A sense of constriction pervaded my body and mind.  There was absolutely no room for Jesus in this cacophony of inner voices.  Some might say, “Just read a little Scripture,” or “Do the Daily Office.”  I’ve already thought of this.  One of those inner voices has reminded me, perhaps guilted me, into thinking that if only I’d more faithfully practice this discipline, I’d be free from the inner chaos I’m feeling.

The problem – there is no space inside for the words of Scripture or the Daily Office to land.  My inner room is cluttered.  It is at this moment, as Merton says, that “we must make the choices that enable us to fulfill the deepest capacities of our real selves.” Yet, choice begins with desire…a longing for space, an inner freedom.

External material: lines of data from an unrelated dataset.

def parse_wearer(ctx: Context, raw: Any, parsed: dict) -> dict:
    """``[wearer]``: the skin, sensor or prescribed surface behind the assembly."""
    if not is_transient(parsed):
        if raw is not None:
            raise ctx.error("wearer", "[wearer] belongs to a transient study; add an [exposure] "
                            "section (or, for a steady study, use [cold_side])")
        return {}
    kinds_text = " | ".join(repr(k) for k in WEARER_KINDS)
    if raw is None:
        raise ctx.error("wearer", f"missing section [wearer]; a transient study needs one with "
                        f"kind = {kinds_text}")
    t = cv.table(ctx, raw, "wearer", "[wearer]")
    if "kind" not in t:
        raise ctx.error("wearer", f"missing key 'kind' ({kinds_text})")
    kind = cv.choice(ctx, t["kind"], "wearer.kind", WEARER_KINDS, "wearer kind")
    keys = WEARER_KINDS[kind]
    extra = SKIN_LAYERS if kind == "skin" else ()
    cv.check_keys(ctx, t, "wearer", ("kind", *keys, *extra),
                  required=("temperature",) if kind == "prescribed" else ())
    params: list[Parameter] = []
    values = _numeric(ctx, t, "wearer", [k for k in keys if k in QUANTITIES], ("wearer",),
                      params)
    damage, third, skin_name, sensor_inputs = DEFAULT_DAMAGE_MODEL, "basal", None, {}
    if kind == "skin":
        skin_name = (cv.choice(ctx, t["properties"], "wearer.properties", SKIN_PROPERTY_SETS,
                               "skin property set") if "properties" in t else DEFAULT_SKIN)
        if "damage_model" in t:
            damage = cv.choice(ctx, t["damage_model"], "wearer.damage_model",
                               DAMAGE_PARAMETER_SETS, "damage model")
        if "third_degree" in t:
            from plyrisk.models.transient import THIRD_DEGREE_RULES  # loads numba: only here

            third = cv.choice(ctx, t["third_degree"], "wearer.third_degree", THIRD_DEGREE_RULES,
                              "third-degree rule")
        perfusion = (cv.boolean(ctx, t["perfusion"], "wearer.perfusion")
                     if "perfusion" in t else True)
        skin = skin_properties(skin_name)
        changes: dict[str, Any] = {}
        for name in SKIN_LAYERS:
            if name not in t:
                continue
            path = f"wearer.{name}"
            sub = cv.table(ctx, t[name], path, f"[wearer.{name}]")
            cv.check_keys(ctx, sub, path, SKIN_LAYER_KEYS)
            layer_values = _numeric(ctx, sub, path, SKIN_LAYER_KEYS, ("wearer", name), params)
            changes[name] = replace(getattr(skin, name), **layer_values)
        if "core_temperature" in values:
            core = values.pop("core_temperature")
            changes.update(core_temperature=core, arterial_temperature=core)
        if "emissivity" in values:
            changes["emissivity"] = values.pop("emissivity")
        wearer: Any = SkinWearer(skin=replace(skin, **changes), perfusion=perfusion, **values)
    elif kind == "sensor":
        defaults = {k: v.default for k, v in signature(copper_disc).parameters.items()}
        sensor_inputs = {k: defaults[k] for k in ("diameter", "thickness", "mass",
                                                   "specific_heat", "emissivity",
                                                   "initial_temperature")}
        if "thickness" in values or "diameter" in values:
            sensor_inputs["mass"] = None  # copper of the given size, unless a mass is given
        for key in SENSOR_KEYS:
            if key in values and key != "contact_resistance":
                sensor_inputs[key] = values.pop(key)
        wearer = SensorWearer(sensor=sensor_disc(sensor_inputs), **values)
    else:
        wearer = PrescribedWearer(**values)
    exposure = parsed["_exposure"]
    setup = TransientSetup(
        exposure=exposure, wearer=wearer, damage_model=damage, third_degree=third,
        output_times=parsed["_output_times"],
        acceptable_burn_probability=parsed.get("_acceptable_burn_probability",
                                               DEFAULT_BURN_PROBABILITY),
        layout=None, skin_properties=skin_name, sensor_inputs=sensor_inputs,
        units=parsed["_exposure_units"])
    return {"transient": setup, "parameters": params}


def with_layout(study: Study) -> Study:
    """The study with the grid layout of its transient model set, from the nominal study.

    Called once the layers and the wearer are validated. Every chunk of the study is solved on
    this one layout, so results do not depend on how samples are chunked or distributed.
    """
    setup = study.transient
    assert setup is not None, "called for a transient study"
    layout = mesh_layout(list(study.layers), setup.wearer, setup.exposure.horizon)
    return replace(study, transient=replace(setup, layout=layout))


# ----------------------------------------------------------------------------------------------
# [study] keys and [scenarios] of a transient study
# ----------------------------------------------------------------------------------------------


def probability(ctx: Context, raw: Any, path: str) -> float:
    """A probability strictly between 0 and 1, e.g. ``"5 %"`` or ``0.05`` [-]."""
    p = cv.parse(ctx, raw, path, DIMENSIONLESS)
    if not 0.0 < p.si < 1.0:
        raise ctx.error(path, f"expected a probability between 0 and 1 (exclusive), e.g. "
                        f"\"5 %\", got {p.text}")
    return p.si


def parse_transient_scenarios(ctx: Context, t: dict, parsed: dict) -> Scenarios:
    """``[scenarios]`` of a transient study: a sweep of one ``[exposure]`` quantity."""
    quantity = t["quantity"]
    if not isinstance(quantity, str) or quantity not in SWEEPABLE:
        raise ctx.error("scenarios.quantity", f"{show(quantity)} is not an [exposure] quantity "
                        f"that can be swept; {suggest(str(quantity), SWEEPABLE)}valid: "
                        f"{', '.join(SWEEPABLE)}")
    if any(p.target == ("exposure", quantity) for p in parsed["parameters"]):
        raise ctx.error("scenarios.quantity", f"exposure.{quantity} is uncertain; a swept "
                        "quantity must have a fixed value in [exposure]")
    exposure = parsed["_exposure"]
    if quantity in TABLE_KEYS and isinstance(getattr(exposure, quantity), Table):
        raise ctx.error("scenarios.quantity", f"exposure.{quantity} is a table in time; a swept "
                        "quantity must be a single fixed value in [exposure]")
    if exposure.mode == "absorbed_flux" and quantity in ENVIRONMENT_ONLY:
        raise ctx.error("scenarios.quantity", f"{quantity!r} is not used with mode = "
                        "'absorbed_flux'")
    levels, si = scenario_levels(ctx, t["values"], quantity)
    if quantity == "duration":
        horizon = float(exposure.horizon)
        for i, p in enumerate(levels):
            if p.si > horizon:
                raise ctx.error(join("scenarios.values", i), f"{p.text} is longer than "
                                f"exposure.horizon ({horizon:.4g} s); expected durations up to "
                                "the horizon")
            for key, table in exposure.tables().items():
                if table.end < p.si:
                    raise ctx.error(join("scenarios.values", i), f"{p.text} is longer than the "
                                    f"exposure.{key} table ({table.end:.4g} s); extend the "
                                    "table")
    return Scenarios(quantity, si, tuple(p.text for p in levels), levels[0].unit)


def check_outputs(ctx: Context, outputs: tuple[str, ...]) -> None:
    """``[study] outputs`` of a transient study: names of scalar transient outputs."""
    for i, name in enumerate(outputs):
        if name not in SCALAR_OUTPUTS:
            raise ctx.error(join("study.outputs", i), f"unknown transient output {name!r}; "
                            f"{suggest(name, SCALAR_OUTPUTS)}valid: {', '.join(SCALAR_OUTPUTS)}")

A deeper voice within called Spirit says, “Relax.”  I close my eyes.  No one on the train has a clue what’s happening inside.  I breathe in.  A rush of air enters my lungs, filling them with air, but not merely air.  N.T. Wright explains:

In Genesis 2:7, it is said that God breathed into human nostrils the breath of life, so that Adam became a living being.  There is a strange truth here which we do not usually grasp.  If we even think about the act of breathing, we probably regard it as a purely “natural” or “scientific” phenomenon. Genesis regards it as part of the gift, to humans, of God’s own life.  Breathing sets up a rhythm that quietly gets on with the job of enlivening and energizing us.

As my lungs expand, a spaciousness ensues.  A divine de-cluttering is underway.  I begin to feel centered, aware, in the moment, awake.

The need to attend to my responsibilities does not go away.  I am still giving a lecture.  I must still respond to my emails.  I must wrestle with my responsibility to Sara.  But…a space is growing within from which I can do these things, all of these things, with greater creativity and love.  Somehow, the space which opens invites selflessness – that rare quality which moves me to begin to pray for Sara, for the participants in the seminary course, for the blank-faced commuters around me, for the coming of the Kingdom in and through real participation in the divine life of Christ.

From this place, my work becomes a joy, not a compulsion.  I am freed to live in the present.  The voices that demanded my attention retreat to the background.  Somehow, they seem content, as well.  They seem to trust that from this new and more spacious place I might even be more productive in my work and relationships.

I step off the light rail and into the rest of my day, breathing deeply of a life that only the Spirit can give.